We did it because we had to go for other blood work anyway (looking into a genetic issue) so I figured get it all done in one stick. I'd probably have done it even if it was only the iron & lead.

First off, he did have low iron stores (VERY low) which I attribute to premature cord cutting (emergency) and a recent growth spurt... He was not anemic though, so he was adapting fine, but we did supplement with Floradix for a few months to rebuild those stores. His lead was fine.

But as far as the draw itself -- HORRIBLE!!! I will never go to that lab again (well I go for myself but I won't take him there). I would encourage you to call around & make sure wherever you go, that someone on staff is expert at drawing blood from babies.
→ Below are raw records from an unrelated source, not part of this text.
/// `anlage screen`.
pub fn screen(args: &ScreenArgs) -> anyhow::Result<()> {
    let ScreenArgs {
        model: path,
        mutants,
        knockouts,
        link_removals,
        dosage,
        animate,
        over_time,
        crosses,
        replicates,
        cluster,
        output,
    } = args;
    let ScreenOutputArgs { out, look, json } = output;
    if animate.is_none() {
        look.refuse(
            &[Unused::Animation, Unused::Heatmap, Unused::TimeRange],
            "screen",
            "draws no animation without --animate (its picture is the table of shifts)",
        )?;
    }
    let model = load_fixed(path, "screen")?;
    let mut list = model.mutants.clone();
    for text in mutants {
        list.push(model.parse_mutant(text)?);
    }
    list.extend(anlage::screen::families(&model, *knockouts, *link_removals, *dosage));
    if list.is_empty() {
        anyhow::bail!(StyleError::OutOfRange {
            option: "mutants".into(),
            value: "none".into(),
            fix: "declare [[mutant]] tables, give --mutant, or ask for --knockouts, --link-removals or --dosage".into(),
        });
    }
    // Mutants are told apart by name (shifts, epistasis): a name given twice is refused.
    for (i, m) in list.iter().enumerate() {
        if list[..i].iter().any(|o| o.name == m.name) {
            anyhow::bail!(StyleError::OutOfRange {
                option: "--mutant".into(),
                value: m.name.clone(),
                fix: "give every mutant its own name (declared, --mutant and generated ones alike)".into(),
            });
        }
    }
    let (crossed, left_out): (Vec<anlage::screen::Cross>, Vec<(String, String)>) = match crosses {
        None => (Vec::new(), Vec::new()),
        Some(k @ (2 | 3)) if list.len() >= *k => anlage::screen::crosses(&list, *k, &model),
        Some(k) => anyhow::bail!(StyleError::OutOfRange {
            option: "--crosses".into(),
            value: k.to_string(),
            fix: format!("give 2 (pairs) or 3 (triples), with at least that many mutants (there are {})", list.len()),
        }),
    };
    for (name, why) in &left_out {
        eprintln!("anlage: note: cross `{name}` left out: {why}");
    }
    list.extend(crossed.iter().map(|c| c.mutant.clone()));
    let chosen = match animate {
        Some(name) => Some(list.iter().find(|m| &m.name == name).cloned().ok_or_else(|| StyleError::OutOfRange {
            option: "--animate".into(),
            value: name.clone(),
            fix: format!(
                "name one of the mutants: {}",
                list.iter().map(|m| m.name.as_str()).collect::<Vec<_>>().join(", ")
            ),
        })?),
        None => None,
    };
    refuse_json_with_stdout(out.as_deref(), *json)?;
    refuse_pictures_with_stdout(out.as_deref(), look, "screen")?;
    if *over_time {
        if table_to_stdout(out.as_deref()) {
            anyhow::bail!(StyleError::OutOfRange {
                option: "--over-time".into(),
                value: "given".into(),
                fix: "it draws a picture, and -o - writes only shifts.csv; give an output folder".into(),
            });
        }
        if list.len() > anlage::render::MOST_PANELS {
            anyhow::bail!(StyleError::OutOfRange {
                option: "--over-time".into(),
                value: format!("{} mutants", list.len()),
                fix: format!(
                    "it draws at most {} mutants, one panel each; choose them with --mutant",
                    anlage::render::MOST_PANELS
                ),
            });
        }
    }
    let mode = cluster.mode(out.as_deref())?;
    if let Some(n) = replicates {
        check_embryos("--replicates", *n)?;
    }
    let planned = planned_recording(&model);
    let style = Style::with_options(&planned, &model.title, &look.options())?;
    if table_to_stdout(out.as_deref()) {
        if let Some(n) = replicates {
            anyhow::bail!(StyleError::OutOfRange {
                option: "--replicates".into(),
                value: n.to_string(),
                fix: "it writes replicate_shifts.csv beside shifts.csv, and -o - writes only shifts.csv; give an output folder".into(),
            });
        }
        if let Some(name) = animate {
            anyhow::bail!(StyleError::OutOfRange {
                option: "--animate".into(),
                value: name.clone(),
                fix: "it writes a picture, and -o - writes nothing to disk; give an output folder".into(),
            });
        }
        let screen =
            anlage::screen::run_screen(&model, &list, true).with_context(|| format!("screening {}", path.display()))?;
        return write_table_to_stdout(|w| anlage::export::write_shifts_to(&screen, w));
    }
    let dir = out.clone().unwrap_or_else(|| beside_model(path, "screen"));
    let bar = super::bar::Bar::new(*json);
    let job = anlage::screen::shard::job(&model, &list, super::cluster::rerun_command());
    // With replicates, each shard also runs its share of the embryos (of the
    // wild type and of every mutant) into a second shard file.
    let embryo_job = replicates.map(|n| {
        let models = anlage::replicates::shard::screen_models(&model, &list);
        let passes = anlage::replicates::shard::screen_passes(&model, &models);
        let job = anlage::replicates::shard::job(
            "screen_embryos",
            &model,
            &passes,
            job.settings.clone(),
            n,
            super::cluster::rerun_command(),
        );
        (passes, job)
    });
    let larger = embryo_job.as_ref().map(|(_, j)| j).filter(|j| j.total > job.total).unwrap_or(&job);
    super::cluster::check_cut(&mode, cluster, larger, *json)?;
    let mut saved_embryos = None;
    let (screen, gif_note) = match mode {
        Mode::Slurm => return super::cluster::write_slurm(cluster, &dir, *json),
        Mode::Shard(shard) => {
            let stop = super::cluster::stop_flag()?;
            let wild_type = anlage::readout::predicted_final_boundaries(&model)
                .with_context(|| format!("the wild type of {}", path.display()))?;
            let mut ran = vec![(
                anlage::screen::shard::run_shard(&model, &list, &wild_type, &job, shard, &dir, &stop, &bar)?,
                &job,
            )];
            if let Some((passes, embryos)) = &embryo_job
                && !matches!(ran[0].0, anlage::shard::Ran::Stopped { .. })
            {
                let (r, failed) = anlage::replicates::shard::run_shard(passes, embryos, shard, &dir, &stop, &bar)?;
                note_failed(failed);
                ran.push((r, embryos));
            }
            return super::cluster::report_shards(&ran, shard, &dir, *json);
        }
        Mode::Merge => {
            let wild_type = anlage::screen::final_outcome(&model)
                .with_context(|| format!("the wild type of {}", path.display()))?;
            let screen = anlage::screen::shard::merge(&list, wild_type, &job, &dir)?;
            // Every shard file is checked before anything is written.
            saved_embryos = embryo_job.as_ref().map(|(_, j)| anlage::replicates::shard::merge(j, &dir)).transpose()?;
            let note = anlage::write_screen_files(&model, &screen, &style, &dir, chosen.as_ref(), true)
                .with_context(|| format!("merging into {}", dir.display()))?;
            (screen, note)
        }
        Mode::Whole => anlage::write_screen(&model, &list, &style, &dir, chosen.as_ref(), true, &bar)
            .with_context(|| format!("screening {}", path.display()))?,
    };
    if let Some(note) = gif_note {
        eprintln!("anlage: note: {note}");
    }
    if replicates.is_some() && anlage::replicates::Sources::each(&model).is_empty() && !*json {
        eprintln!("anlage: note: the model declares no noise ([noise] or initial_noise): every embryo is the same");
    }
    if *over_time {
        anlage::write_shifts_over_time(&model, &list, &style, &dir, true)
            .with_context(|| format!("boundaries over time of {}", path.display()))?;
    } else {
        // A picture of an earlier screen must not pass for this one's.
        for ext in ["png", "svg"] {
            let _ = std::fs::remove_file(dir.join(anlage::SHIFTS_OVER_TIME).with_extension(ext));
        }
    }
    let epistasis = anlage::screen::epistasis(&screen, &crossed);
    if crosses.is_some() {
        anlage::export::write_rows(&epistasis, &dir.join("epistasis.csv"))?;
    } else {
        let _ = std::fs::remove_file(dir.join("epistasis.csv"));
    }
    let paired = match replicates {
        Some(n) => {
            let rows =
                anlage::write_screen_replicates(&model, &list, *n, &dir, embryo_source(saved_embryos.as_ref()), &bar);
            if rows.is_err() {
                // A table from an earlier screen must not stand beside this one's shifts.
                let _ = std::fs::remove_file(dir.join(anlage::SCREEN_REPLICATES));
            }
            Some(rows.with_context(|| format!("replicates of the screen of {}", path.display()))?)
        }
        None => {
            // A table from an earlier screen with replicates must not pass for this one's.
            let _ = std::fs::remove_file(dir.join(anlage::SCREEN_REPLICATES));
            None
        }
    };
    anlage::page::write_page(&dir, &model.title)?;
    super::json::print_either(
        *json,
        || super::json::screen(&screen, paired.as_deref(), &epistasis, &dir),
        || print::screen(&screen, paired.as_deref(), &epistasis, &dir),
    );
    Ok(())
}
They stuck him at least 3 times then yelled at me for not holding him still enough (he was FREAKED out) and then tried to leave the needle in him while we switched him from my lap to DH's, and then were digging around in there trying to get a vein, I asked them repeatedly to stop & they did not, I should have reported them.







If he ever needs blood drawn again, I will call to find someone experienced & tell them they only have ONE stick to get it right & no digging & they must stop immediately if I request they stop. It was horrible, he had purple spots/rash and bruises all over his arm, I was FUMING.


----------



## faithsstuff (Nov 30, 2008)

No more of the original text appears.